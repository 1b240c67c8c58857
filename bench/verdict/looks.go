package honest

import (
	"fmt"
	"math"
	"math/rand/v2"

	"handoff"
	"handoff/crowd"
	"handoff/round"
	"handoff/sim"
	"handoff/verdict"
)

// Rule is a way of spending α across the looks a team takes: Alpha(r) is
// the α the look r ≥ 1 tests at.
type Rule struct {
	Name  string
	Alpha func(alpha float64, r int) float64
}

// The rules compared. OneLook tests every look at the full α, as if each
// were the only one.
var (
	RuleOurs    = Rule{"α/(r(r+1)) (ours)", verdict.LookAlpha}
	RuleHalving = Rule{"α·2^−r", func(a float64, r int) float64 { return a * math.Pow(2, -float64(r)) }}
	RuleSquares = Rule{"α·6/(π²r²)", func(a float64, r int) float64 { return a * 6 / (math.Pi * math.Pi * float64(r*r)) }}
	RuleOneLook = Rule{"one look: α at every round (no spending)", func(a float64, r int) float64 { return a }}
	// RulePlugIn takes the lowest threshold whose observed risk is at most
	// max-error among those covering at least the look-1 minimum count (no
	// bound at all), for comparison; its Alpha is unused.
	RulePlugIn = Rule{"plug-in: observed risk ≤ max-error (no bound)", nil}
	Rules      = []Rule{RuleOurs, RuleHalving, RuleSquares, RuleOneLook, RulePlugIn}
)

// LooksConfig describes the simulated projects of RunLooks. Zero values
// take the defaults shown.
type LooksConfig struct {
	Projects int     // default 500
	Archive  int     // items per project, default 3000
	Classes  int     // default 4
	Rounds   int     // most rounds before giving up, default 15
	MaxError float64 // default 0.05
	Level    float64 // confidence over all looks, default 0.95
	Seed     uint64
	// Method is the consensus method (crowd.Combine); "" means the
	// project default, round.DefaultConsensus().
	Method string
	// MinLabels, if > 0, also requires this many kept labels for the
	// reference standard (exploration).
	MinLabels int
}

// RuleResult counts one rule's outcomes over the projects.
type RuleResult struct {
	Rule   string
	Go     int     // projects that reached GO within the rounds
	Exceed int     // of those, GO verdicts whose autolabelled items' error against the truth exceeds max-error
	Look   float64 // mean look of the first GO
	// ExceedRef counts GO verdicts whose autolabelled items' disagreement
	// with the reference (what the bound is about) exceeds max-error,
	// measured on the held-out items' reference labels at the threshold:
	// not reported against the truth, for comparison.
	Coverage float64 // mean archive coverage at GO
}

// LooksResult is the outcome of RunLooks.
type LooksResult struct {
	Config LooksConfig
	Rules  []RuleResult
	// ReferenceError is the mean share of settled held-out items whose
	// reference class differs from the truth, at the last look simulated.
	ReferenceError float64
}

// RunLooks simulates projects run as a team would, to check that the
// verdict stays honest over repeated looks: each project has an archive of
// items with known truth, a held-out set drawn as the verdict's rule draws
// it (a random share, at least round.HeldOutMinFor items — 594 — capped at
// half), a sparse crowd (sim.Stream: 10–70 labels per person, spammers,
// one-class annotators, resubmitters; per project 25–75% careful people,
// 5–20% careless, 2–15% spammers; class 0 mistaken for class 1 by everyone
// but the careful and the spammers at a rate drawn in [0.05, 0.3]) and a synthetic machine that improves round
// by round. Each round the crowd gives 3 labels to each of 50 held-out
// items — first those below the reference standard (posterior 0.99 or 9
// labels), then new ones — and to 50 training items; the consensus is
// combined over everything; the verdict tests the coverage–risk walk at the
// look's α on the held-out items first labelled at least two rounds before
// (the round's reference-lag; those below the standard counting as
// disagreements wherever covered). The team stops at the first GO and autolabels the archive above
// the threshold; the GO "exceeds" when the realised error of those items
// against the truth is above max-error. Every rule runs on the same
// projects, crowds and machines.
//
// The synthetic machine (invented, for simulation only): item i has a
// fixed ease z_i and draw v_i in [0, 1); at round r its confidence is
// c = 1/K + (1−1/K)·q with q the z_i-quantile of a Kumaraswamy(A_r, B)
// distribution, q = (1 − (1−z_i)^(1/B))^(1/A_r), so an item keeps its rank
// as the model improves; A_r = 1 + (A−1)(1 − e^(−r/τ)) rises to the
// project's strength A in [2, 12] at a pace τ in [1, 6] rounds, B lies in
// [0.3, 1.5], and the machine is right when v_i < c^γ (γ in [0.8, 1.4]:
// calibrated, over- or under-confident). When wrong on an item of class 0, it says class 1 with
// probability 0.6 — it learnt the crowd's shared confusion — and otherwise
// a random other class.
func RunLooks(cfg LooksConfig) (LooksResult, error) {
	if cfg.Projects == 0 {
		cfg.Projects = 500
	}
	if cfg.Archive == 0 {
		cfg.Archive = 3000
	}
	if cfg.Classes == 0 {
		cfg.Classes = 4
	}
	if cfg.Rounds == 0 {
		cfg.Rounds = 15
	}
	if cfg.MaxError == 0 {
		cfg.MaxError = 0.05
	}
	if cfg.Level == 0 {
		cfg.Level = 0.95
	}
	if cfg.Method == "" {
		cfg.Method = round.DefaultConsensus().Method
	}
	out := LooksResult{Config: cfg, Rules: make([]RuleResult, len(Rules))}
	for k, r := range Rules {
		out.Rules[k].Rule = r.Name
	}
	cb := handoff.Codebook{Name: "sim", Question: "Which class?"}
	for c := range cfg.Classes {
		cb.Classes = append(cb.Classes, handoff.Class{Key: fmt.Sprintf("c%d", c)})
	}
	refErr, refN := 0.0, 0
	for p := range cfg.Projects {
		res, re, err := runProject(cfg, cb, cfg.Seed*1_000_003+uint64(p))
		if err != nil {
			return out, fmt.Errorf("project %d: %w", p, err)
		}
		if re >= 0 {
			refErr += re
			refN++
		}
		for k := range Rules {
			o := res[k]
			if !o.go_ {
				continue
			}
			rr := &out.Rules[k]
			rr.Go++
			rr.Look += float64(o.look)
			rr.Coverage += o.coverage
			if o.err > cfg.MaxError {
				rr.Exceed++
			}
		}
	}
	for k := range out.Rules {
		if g := out.Rules[k].Go; g > 0 {
			out.Rules[k].Look /= float64(g)
			out.Rules[k].Coverage /= float64(g)
		}
	}
	if refN > 0 {
		out.ReferenceError = refErr / float64(refN)
	}
	return out, nil
}

type outcome struct {
	go_      bool
	look     int
	err      float64 // realised error against the truth of the autolabelled items
	coverage float64
}

// machine is the synthetic model of one project.
type machine struct {
	k                int
	A, B, tau, gamma float64
	z, v, w          []float64
}

func (m *machine) predict(i, r int, truth int) (int, float64) {
	A := 1 + (m.A-1)*(1-math.Exp(-float64(r)/m.tau))
	q := math.Pow(1-math.Pow(1-m.z[i], 1/m.B), 1/A)
	c := 1/float64(m.k) + (1-1/float64(m.k))*q
	if m.v[i] < math.Pow(c, m.gamma) {
		return truth, c
	}
	if truth == 0 && m.w[i] < 0.6 {
		return 1, c
	}
	o := int(m.w[i]*997) % (m.k - 1)
	if o >= truth {
		o++
	}
	return o, c
}

func runProject(cfg LooksConfig, cb handoff.Codebook, seed uint64) ([]outcome, float64, error) {
	rng := rand.New(rand.NewPCG(seed, 0x100c5))
	K, N := cfg.Classes, cfg.Archive
	// Truth: a skewed class prior.
	prior := make([]float64, K)
	tot := 0.0
	for c := range prior {
		prior[c] = 0.5 + rng.Float64()
		tot += prior[c]
	}
	truth := make([]int, N)
	for i := range truth {
		u := rng.Float64() * tot
		for c, p := range prior {
			if u -= p; u <= 0 || c == K-1 {
				truth[i] = c
				break
			}
		}
	}
	m := &machine{k: K, A: 2 + 10*rng.Float64(), B: 0.3 + 1.2*rng.Float64(), tau: 1 + 5*rng.Float64(), gamma: 0.8 + 0.6*rng.Float64(),
		z: make([]float64, N), v: make([]float64, N), w: make([]float64, N)}
	for i := range m.z {
		m.z[i], m.v[i], m.w[i] = rng.Float64(), rng.Float64(), rng.Float64()
	}
	// The held-out set: the round's rule (a Bernoulli sample).
	minHeld := 3 * verdict.MinCountFor(cfg.MaxError, 1-verdict.LookAlpha(1-cfg.Level, 10))
	share := math.Min(0.5, math.Max(0.1, float64(minHeld)/float64(N)))
	member := make([]bool, N)
	var members, others []int
	for i := range member {
		member[i] = rng.Float64() < share
		if member[i] {
			members = append(members, i)
		} else {
			others = append(others, i)
		}
	}
	rng.Shuffle(len(members), func(a, b int) { members[a], members[b] = members[b], members[a] })
	rng.Shuffle(len(others), func(a, b int) { others[a], others[b] = others[b], others[a] })
	mix := sim.Mix{Careful: 0.25 + 0.5*rng.Float64(), Average: 0.4, Careless: 0.05 + 0.15*rng.Float64(),
		Spammer: 0.02 + 0.13*rng.Float64(), Resubmitter: 0.03}
	crowdSim, err := sim.NewStream(sim.StreamConfig{Mix: mix, Shared: []sim.Shared{{From: "c0", To: "c1", Rate: 0.05 + 0.25*rng.Float64()}}}, seed)
	if err != nil {
		return nil, 0, err
	}
	labels := &crowd.Labels{NItems: N, NClasses: K}
	annIx := map[string]int32{}
	ask := func(items []int, round int) error {
		tasks := make([]sim.Task, len(items))
		for j, i := range items {
			tasks[j] = sim.Task{Item: fmt.Sprint(i), Truth: cb.Classes[truth[i]].Key}
		}
		ls, err := crowdSim.Answer(cb, nil, tasks, 3, round)
		if err != nil {
			return err
		}
		for j, l := range ls {
			a, ok := annIx[l.Annotator]
			if !ok {
				a = int32(len(annIx))
				annIx[l.Annotator] = a
			}
			_ = j
			var it int
			fmt.Sscan(l.Item, &it)
			c, _ := cb.Index(l.Class)
			labels.Item = append(labels.Item, int32(it))
			labels.Annotator = append(labels.Annotator, a)
			labels.Class = append(labels.Class, uint8(c))
		}
		labels.NAnnotators = len(annIx)
		return nil
	}
	// The start: 200 random items, about 20% of them held-out members.
	nextMember, nextOther := 0, 0
	var start []int
	for len(start) < 200 {
		if rng.Float64() < share && nextMember < len(members) {
			start = append(start, members[nextMember])
			nextMember++
		} else if nextOther < len(others) {
			start = append(start, others[nextOther])
			nextOther++
		}
	}
	if err := ask(start, 0); err != nil {
		return nil, 0, err
	}
	outs := make([]outcome, len(Rules))
	done := make([]bool, len(Rules))
	cohort := map[int]int{}
	const lag = 2
	refErr := -1.0
	alpha := 1 - cfg.Level
	for r := 1; r <= cfg.Rounds; r++ {
		kept, _, err := crowd.Clean(labels, nil, crowd.DefaultRules())
		if err != nil {
			return nil, 0, err
		}
		method := cfg.Method
		if method == "" {
			method = crowd.MethodAuto // the project default, round.DefaultConsensus
		}
		res, err := crowd.Combine(method, kept, crowd.Options{Seed: seed})
		if err != nil {
			return nil, 0, err
		}
		// The verdict's inputs at this look.
		var conf []float64
		var wrong []bool
		var below []int
		settledWrongTruth, settled := 0, 0
		for _, i := range members[:nextMember] {
			pred, c := m.predict(i, r, truth[i])
			if res.NLabels[i] == 0 {
				continue
			}
			if _, ok := cohort[i]; !ok {
				cohort[i] = r
			}
			row := res.Row(i)
			ref := res.Class[i]
			met := row[ref] >= 0.99 && int(res.NLabels[i]) >= cfg.MinLabels || res.NLabels[i] >= 9
			if !met {
				below = append(below, i)
			}
			if cohort[i] > r-lag {
				continue // labelled too recently to count
			}
			conf = append(conf, c)
			if met {
				wrong = append(wrong, pred != ref)
				settled++
				if ref != truth[i] {
					settledWrongTruth++
				}
			} else {
				wrong = append(wrong, true)
			}
		}
		if settled > 0 {
			refErr = float64(settledWrongTruth) / float64(settled)
		}
		if debugLooks != nil {
			_, th, _ := verdict.CoverageRisk(conf, wrong, nil, cfg.MaxError, 0.95, 0)
			debugLooks(fmt.Sprintf("r%d A%.1f B%.1f settled %d below %d refwrong %d | %s", r, m.A, m.B, settled, len(below), settledWrongTruth, th.Stop))
		}
		var arch []float64
		var archWrong []bool
		for _, i := range others[nextOther:] {
			pred, c := m.predict(i, r, truth[i])
			arch = append(arch, c)
			archWrong = append(archWrong, pred != truth[i])
		}
		for k, rule := range Rules {
			if done[k] || len(conf) == 0 {
				continue
			}
			var th verdict.Threshold
			if rule.Alpha == nil {
				pts, t0, err := verdict.CoverageRisk(conf, wrong, arch, cfg.MaxError, 1-alpha/2, 0)
				if err != nil {
					return nil, 0, err
				}
				for _, q := range pts {
					if q.N >= t0.MinCount && q.Risk <= cfg.MaxError {
						th = verdict.Threshold{Found: true, Threshold: q.Threshold, Archive: q.Archive}
					}
				}
			} else {
				_, t1, err := verdict.CoverageRisk(conf, wrong, arch, cfg.MaxError, 1-rule.Alpha(alpha, r), 0)
				if err != nil {
					return nil, 0, err
				}
				th = t1
			}
			if !th.Found {
				continue
			}
			n, e := 0, 0
			for j, c := range arch {
				if c >= th.Threshold {
					n++
					if archWrong[j] {
						e++
					}
				}
			}
			o := outcome{go_: true, look: r, coverage: th.Archive}
			if n > 0 {
				o.err = float64(e) / float64(n)
			}
			outs[k], done[k] = o, true
		}
		if !anyOpen(done) {
			break
		}
		// The next batch: 50 held-out slots, reference requests first,
		// then new held-out items; 50 training items.
		var batch []int
		for j := 0; j < 50 && j < len(below); j++ {
			batch = append(batch, below[j])
		}
		for j := len(batch); j < 50 && nextMember < len(members); j++ {
			batch = append(batch, members[nextMember])
			nextMember++
		}
		for j := 0; j < 50 && nextOther < len(others); j++ {
			batch = append(batch, others[nextOther])
			nextOther++
		}
		if err := ask(batch, r); err != nil {
			return nil, 0, err
		}
	}
	return outs, refErr, nil
}

var debugLooks func(string)

// anyOpen reports whether some rule has not yet reached GO.
func anyOpen(done []bool) bool {
	for _, d := range done {
		if !d {
			return true
		}
	}
	return false
}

• Task goal
Among the lines of the records, copy out each one that contains the word "cohort".

• Solution for this task
	cohort := map[int]int{}
			if _, ok := cohort[i]; !ok {
				cohort[i] = r
			if cohort[i] > r-lag {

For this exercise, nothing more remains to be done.